Task directions —
Reproduce the entries below exactly, but only from the line containing "self.above[m] = first[target.parts[0][0]]" to the line containing "least = np.maximum(size, 0.1", inclusive.

Dataset entries

****

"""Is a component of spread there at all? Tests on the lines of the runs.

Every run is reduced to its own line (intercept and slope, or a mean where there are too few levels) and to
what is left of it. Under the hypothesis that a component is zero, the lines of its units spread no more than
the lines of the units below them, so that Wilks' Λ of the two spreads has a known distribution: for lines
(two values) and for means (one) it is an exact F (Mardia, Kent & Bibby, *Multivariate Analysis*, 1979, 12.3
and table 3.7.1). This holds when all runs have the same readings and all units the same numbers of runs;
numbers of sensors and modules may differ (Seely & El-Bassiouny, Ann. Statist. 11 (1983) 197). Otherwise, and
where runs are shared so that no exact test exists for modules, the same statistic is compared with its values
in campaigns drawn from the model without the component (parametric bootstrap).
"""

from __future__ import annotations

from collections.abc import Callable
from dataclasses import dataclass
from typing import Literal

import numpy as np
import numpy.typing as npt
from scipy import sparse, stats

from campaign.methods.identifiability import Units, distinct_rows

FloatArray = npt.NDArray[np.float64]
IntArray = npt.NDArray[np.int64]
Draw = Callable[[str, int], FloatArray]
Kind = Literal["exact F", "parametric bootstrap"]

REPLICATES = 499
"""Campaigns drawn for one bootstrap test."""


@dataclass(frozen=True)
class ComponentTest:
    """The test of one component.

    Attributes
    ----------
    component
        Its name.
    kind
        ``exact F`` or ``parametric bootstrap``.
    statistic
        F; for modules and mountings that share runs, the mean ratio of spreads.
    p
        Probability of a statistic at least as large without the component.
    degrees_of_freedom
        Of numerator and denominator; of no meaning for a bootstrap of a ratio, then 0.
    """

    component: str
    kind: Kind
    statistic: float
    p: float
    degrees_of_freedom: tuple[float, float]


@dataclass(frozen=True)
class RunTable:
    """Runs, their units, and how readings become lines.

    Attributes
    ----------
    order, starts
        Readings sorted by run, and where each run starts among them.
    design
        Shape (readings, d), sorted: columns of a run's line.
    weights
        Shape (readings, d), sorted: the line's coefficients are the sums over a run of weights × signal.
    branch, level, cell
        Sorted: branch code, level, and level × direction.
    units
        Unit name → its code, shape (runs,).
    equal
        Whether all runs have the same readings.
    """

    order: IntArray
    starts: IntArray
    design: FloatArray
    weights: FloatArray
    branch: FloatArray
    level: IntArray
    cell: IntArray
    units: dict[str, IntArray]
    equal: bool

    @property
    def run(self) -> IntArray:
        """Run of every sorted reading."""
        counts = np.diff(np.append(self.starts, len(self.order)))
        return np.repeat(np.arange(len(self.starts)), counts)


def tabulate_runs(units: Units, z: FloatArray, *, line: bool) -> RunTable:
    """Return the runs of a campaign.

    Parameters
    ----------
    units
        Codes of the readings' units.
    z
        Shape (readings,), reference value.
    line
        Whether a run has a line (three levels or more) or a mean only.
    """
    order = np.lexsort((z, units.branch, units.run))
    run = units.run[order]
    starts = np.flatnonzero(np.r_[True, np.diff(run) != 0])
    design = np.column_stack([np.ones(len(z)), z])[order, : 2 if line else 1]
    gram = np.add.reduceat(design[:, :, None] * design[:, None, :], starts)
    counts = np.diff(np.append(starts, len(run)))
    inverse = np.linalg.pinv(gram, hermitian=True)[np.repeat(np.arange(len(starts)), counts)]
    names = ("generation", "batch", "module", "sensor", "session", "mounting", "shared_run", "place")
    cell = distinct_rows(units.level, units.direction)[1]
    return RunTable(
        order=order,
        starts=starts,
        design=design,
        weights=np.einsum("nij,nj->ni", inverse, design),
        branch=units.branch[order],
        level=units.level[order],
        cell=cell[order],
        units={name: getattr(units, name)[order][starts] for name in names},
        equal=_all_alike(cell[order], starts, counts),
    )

****

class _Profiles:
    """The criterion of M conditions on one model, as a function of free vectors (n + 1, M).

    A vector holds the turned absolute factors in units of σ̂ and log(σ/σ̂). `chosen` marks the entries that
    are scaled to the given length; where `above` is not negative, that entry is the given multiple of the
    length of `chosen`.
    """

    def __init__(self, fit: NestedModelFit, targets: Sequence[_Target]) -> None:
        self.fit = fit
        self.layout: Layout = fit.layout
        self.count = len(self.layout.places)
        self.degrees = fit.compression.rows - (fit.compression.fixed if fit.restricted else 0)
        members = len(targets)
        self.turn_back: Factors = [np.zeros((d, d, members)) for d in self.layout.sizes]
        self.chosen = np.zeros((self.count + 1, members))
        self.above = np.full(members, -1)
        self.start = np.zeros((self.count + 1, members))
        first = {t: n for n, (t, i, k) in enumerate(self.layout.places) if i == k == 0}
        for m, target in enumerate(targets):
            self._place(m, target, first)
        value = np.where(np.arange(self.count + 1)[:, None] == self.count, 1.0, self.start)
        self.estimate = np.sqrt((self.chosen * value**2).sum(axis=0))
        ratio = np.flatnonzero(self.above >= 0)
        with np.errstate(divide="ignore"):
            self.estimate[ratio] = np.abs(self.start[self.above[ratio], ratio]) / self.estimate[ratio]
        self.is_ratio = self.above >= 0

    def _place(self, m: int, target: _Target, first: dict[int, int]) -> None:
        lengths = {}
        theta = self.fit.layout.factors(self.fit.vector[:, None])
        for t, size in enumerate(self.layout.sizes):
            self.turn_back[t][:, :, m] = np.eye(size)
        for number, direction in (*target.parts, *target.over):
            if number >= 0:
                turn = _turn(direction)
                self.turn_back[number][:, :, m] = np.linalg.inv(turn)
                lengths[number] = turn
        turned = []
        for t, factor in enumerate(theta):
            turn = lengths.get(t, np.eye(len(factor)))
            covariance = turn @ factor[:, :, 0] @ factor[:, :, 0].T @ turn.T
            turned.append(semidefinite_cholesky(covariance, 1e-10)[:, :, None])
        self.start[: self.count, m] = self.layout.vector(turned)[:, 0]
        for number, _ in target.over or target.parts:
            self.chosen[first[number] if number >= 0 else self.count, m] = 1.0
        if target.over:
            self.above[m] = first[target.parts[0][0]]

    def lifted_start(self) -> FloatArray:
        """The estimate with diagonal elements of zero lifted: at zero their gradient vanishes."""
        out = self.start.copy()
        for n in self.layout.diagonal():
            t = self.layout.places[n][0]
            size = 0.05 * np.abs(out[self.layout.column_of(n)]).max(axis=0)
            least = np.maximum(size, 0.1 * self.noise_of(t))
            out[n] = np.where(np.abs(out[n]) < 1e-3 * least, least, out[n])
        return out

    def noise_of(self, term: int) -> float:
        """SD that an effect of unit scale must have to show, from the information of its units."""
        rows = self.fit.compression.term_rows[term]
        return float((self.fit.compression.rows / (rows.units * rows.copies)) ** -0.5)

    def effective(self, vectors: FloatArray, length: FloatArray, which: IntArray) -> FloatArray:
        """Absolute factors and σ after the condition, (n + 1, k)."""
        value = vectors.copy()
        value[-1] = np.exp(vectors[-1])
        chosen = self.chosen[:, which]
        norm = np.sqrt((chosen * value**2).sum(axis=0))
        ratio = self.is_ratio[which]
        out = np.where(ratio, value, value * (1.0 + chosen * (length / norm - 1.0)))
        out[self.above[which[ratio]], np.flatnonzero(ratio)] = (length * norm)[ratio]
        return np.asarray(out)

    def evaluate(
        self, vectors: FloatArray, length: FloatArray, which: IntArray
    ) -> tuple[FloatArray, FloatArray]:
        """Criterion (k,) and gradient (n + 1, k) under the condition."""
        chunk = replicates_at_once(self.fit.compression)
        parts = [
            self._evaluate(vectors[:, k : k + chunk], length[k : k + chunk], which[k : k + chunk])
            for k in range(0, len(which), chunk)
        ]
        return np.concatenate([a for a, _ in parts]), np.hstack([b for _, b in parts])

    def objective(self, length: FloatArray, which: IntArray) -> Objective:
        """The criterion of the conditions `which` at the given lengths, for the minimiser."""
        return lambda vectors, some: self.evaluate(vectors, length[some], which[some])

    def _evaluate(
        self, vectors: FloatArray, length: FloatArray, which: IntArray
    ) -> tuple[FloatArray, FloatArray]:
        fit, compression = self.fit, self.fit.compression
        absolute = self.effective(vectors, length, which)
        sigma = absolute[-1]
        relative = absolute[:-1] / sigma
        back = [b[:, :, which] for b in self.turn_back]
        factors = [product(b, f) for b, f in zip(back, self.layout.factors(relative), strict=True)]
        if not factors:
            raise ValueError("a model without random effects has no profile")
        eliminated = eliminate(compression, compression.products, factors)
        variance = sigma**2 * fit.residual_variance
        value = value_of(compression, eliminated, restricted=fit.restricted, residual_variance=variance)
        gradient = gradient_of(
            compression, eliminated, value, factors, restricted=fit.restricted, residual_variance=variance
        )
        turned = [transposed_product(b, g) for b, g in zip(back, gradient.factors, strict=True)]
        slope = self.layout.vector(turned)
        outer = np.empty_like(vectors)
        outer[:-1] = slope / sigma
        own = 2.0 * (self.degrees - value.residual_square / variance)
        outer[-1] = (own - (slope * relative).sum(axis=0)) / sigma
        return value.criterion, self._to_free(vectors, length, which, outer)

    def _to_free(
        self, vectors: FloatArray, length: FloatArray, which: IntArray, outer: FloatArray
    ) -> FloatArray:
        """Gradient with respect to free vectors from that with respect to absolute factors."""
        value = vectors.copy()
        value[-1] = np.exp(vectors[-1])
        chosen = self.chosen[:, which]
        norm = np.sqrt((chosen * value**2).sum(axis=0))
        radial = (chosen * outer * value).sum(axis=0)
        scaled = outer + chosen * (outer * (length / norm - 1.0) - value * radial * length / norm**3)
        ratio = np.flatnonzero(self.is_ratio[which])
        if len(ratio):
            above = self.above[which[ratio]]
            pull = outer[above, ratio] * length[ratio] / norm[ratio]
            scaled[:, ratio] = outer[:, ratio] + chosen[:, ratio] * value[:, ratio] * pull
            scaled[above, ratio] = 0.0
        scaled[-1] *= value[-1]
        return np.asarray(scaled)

****

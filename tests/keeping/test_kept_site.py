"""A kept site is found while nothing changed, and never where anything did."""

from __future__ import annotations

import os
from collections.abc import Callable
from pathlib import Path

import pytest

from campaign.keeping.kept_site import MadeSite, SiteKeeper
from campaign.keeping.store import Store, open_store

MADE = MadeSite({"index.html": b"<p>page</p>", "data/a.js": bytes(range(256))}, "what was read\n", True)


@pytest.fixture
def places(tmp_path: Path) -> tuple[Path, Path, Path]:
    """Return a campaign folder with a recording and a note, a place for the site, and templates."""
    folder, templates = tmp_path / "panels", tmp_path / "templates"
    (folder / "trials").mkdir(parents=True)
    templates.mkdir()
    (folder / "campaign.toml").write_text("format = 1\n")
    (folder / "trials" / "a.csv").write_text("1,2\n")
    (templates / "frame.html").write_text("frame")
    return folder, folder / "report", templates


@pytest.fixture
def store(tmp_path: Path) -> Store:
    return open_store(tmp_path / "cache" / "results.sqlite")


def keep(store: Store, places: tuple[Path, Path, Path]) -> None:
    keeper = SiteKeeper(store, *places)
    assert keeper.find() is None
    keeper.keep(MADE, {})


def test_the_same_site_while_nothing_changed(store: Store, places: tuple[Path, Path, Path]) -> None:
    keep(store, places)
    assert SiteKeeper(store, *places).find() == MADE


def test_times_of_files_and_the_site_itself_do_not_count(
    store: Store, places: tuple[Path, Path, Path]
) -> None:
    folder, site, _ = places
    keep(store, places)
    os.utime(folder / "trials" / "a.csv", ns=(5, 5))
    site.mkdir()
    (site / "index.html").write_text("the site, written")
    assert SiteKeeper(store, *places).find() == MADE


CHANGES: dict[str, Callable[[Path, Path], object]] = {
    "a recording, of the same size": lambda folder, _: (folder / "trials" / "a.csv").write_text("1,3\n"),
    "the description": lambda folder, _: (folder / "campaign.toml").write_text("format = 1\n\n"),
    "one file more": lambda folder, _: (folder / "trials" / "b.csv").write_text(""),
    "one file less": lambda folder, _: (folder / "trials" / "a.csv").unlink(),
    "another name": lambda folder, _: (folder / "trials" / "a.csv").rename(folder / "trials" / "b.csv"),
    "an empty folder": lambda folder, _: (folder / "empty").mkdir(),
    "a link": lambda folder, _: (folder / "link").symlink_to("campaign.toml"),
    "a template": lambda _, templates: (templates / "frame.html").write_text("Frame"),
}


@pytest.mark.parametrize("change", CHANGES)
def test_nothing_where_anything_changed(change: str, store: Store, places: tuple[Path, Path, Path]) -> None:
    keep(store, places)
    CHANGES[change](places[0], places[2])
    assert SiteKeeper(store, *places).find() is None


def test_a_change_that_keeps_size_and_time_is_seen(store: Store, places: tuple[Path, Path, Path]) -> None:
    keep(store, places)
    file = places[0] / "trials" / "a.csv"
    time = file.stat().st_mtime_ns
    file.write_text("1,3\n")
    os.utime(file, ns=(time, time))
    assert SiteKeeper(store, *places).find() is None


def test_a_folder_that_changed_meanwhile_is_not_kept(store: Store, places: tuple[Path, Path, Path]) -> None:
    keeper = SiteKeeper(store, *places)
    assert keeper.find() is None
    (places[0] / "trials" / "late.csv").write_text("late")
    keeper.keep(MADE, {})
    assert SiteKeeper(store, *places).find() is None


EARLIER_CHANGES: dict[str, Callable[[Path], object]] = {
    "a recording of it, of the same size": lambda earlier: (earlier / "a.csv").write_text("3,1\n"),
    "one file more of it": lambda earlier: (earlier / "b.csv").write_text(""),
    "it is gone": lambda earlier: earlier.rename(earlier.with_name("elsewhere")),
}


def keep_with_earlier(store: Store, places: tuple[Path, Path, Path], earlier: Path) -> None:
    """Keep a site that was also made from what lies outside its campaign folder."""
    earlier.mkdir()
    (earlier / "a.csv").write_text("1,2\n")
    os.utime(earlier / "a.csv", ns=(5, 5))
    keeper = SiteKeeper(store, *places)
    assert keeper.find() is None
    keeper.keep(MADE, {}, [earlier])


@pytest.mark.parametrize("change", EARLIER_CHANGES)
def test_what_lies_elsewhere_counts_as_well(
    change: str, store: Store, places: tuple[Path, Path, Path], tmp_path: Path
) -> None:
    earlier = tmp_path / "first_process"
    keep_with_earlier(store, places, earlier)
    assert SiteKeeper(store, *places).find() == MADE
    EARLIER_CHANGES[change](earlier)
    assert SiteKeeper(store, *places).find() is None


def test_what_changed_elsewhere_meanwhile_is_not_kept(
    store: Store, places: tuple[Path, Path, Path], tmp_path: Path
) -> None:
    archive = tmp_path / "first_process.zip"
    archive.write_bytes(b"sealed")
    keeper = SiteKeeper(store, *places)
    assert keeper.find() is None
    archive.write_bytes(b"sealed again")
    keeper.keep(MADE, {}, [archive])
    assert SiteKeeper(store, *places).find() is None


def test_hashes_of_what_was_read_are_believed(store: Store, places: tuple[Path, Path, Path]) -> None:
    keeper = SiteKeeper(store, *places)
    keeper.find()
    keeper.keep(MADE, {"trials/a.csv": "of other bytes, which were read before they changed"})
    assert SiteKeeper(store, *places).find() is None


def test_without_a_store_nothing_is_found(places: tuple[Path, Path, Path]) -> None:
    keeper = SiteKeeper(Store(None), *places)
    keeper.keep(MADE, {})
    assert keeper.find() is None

****

Response area —
            self.above[m] = first[target.parts[0][0]]

    def lifted_start(self) -> FloatArray:
        """The estimate with diagonal elements of zero lifted: at zero their gradient vanishes."""
        out = self.start.copy()
        for n in self.layout.diagonal():
            t = self.layout.places[n][0]
            size = 0.05 * np.abs(out[self.layout.column_of(n)]).max(axis=0)
            least = np.maximum(size, 0.1 * self.noise_of(t))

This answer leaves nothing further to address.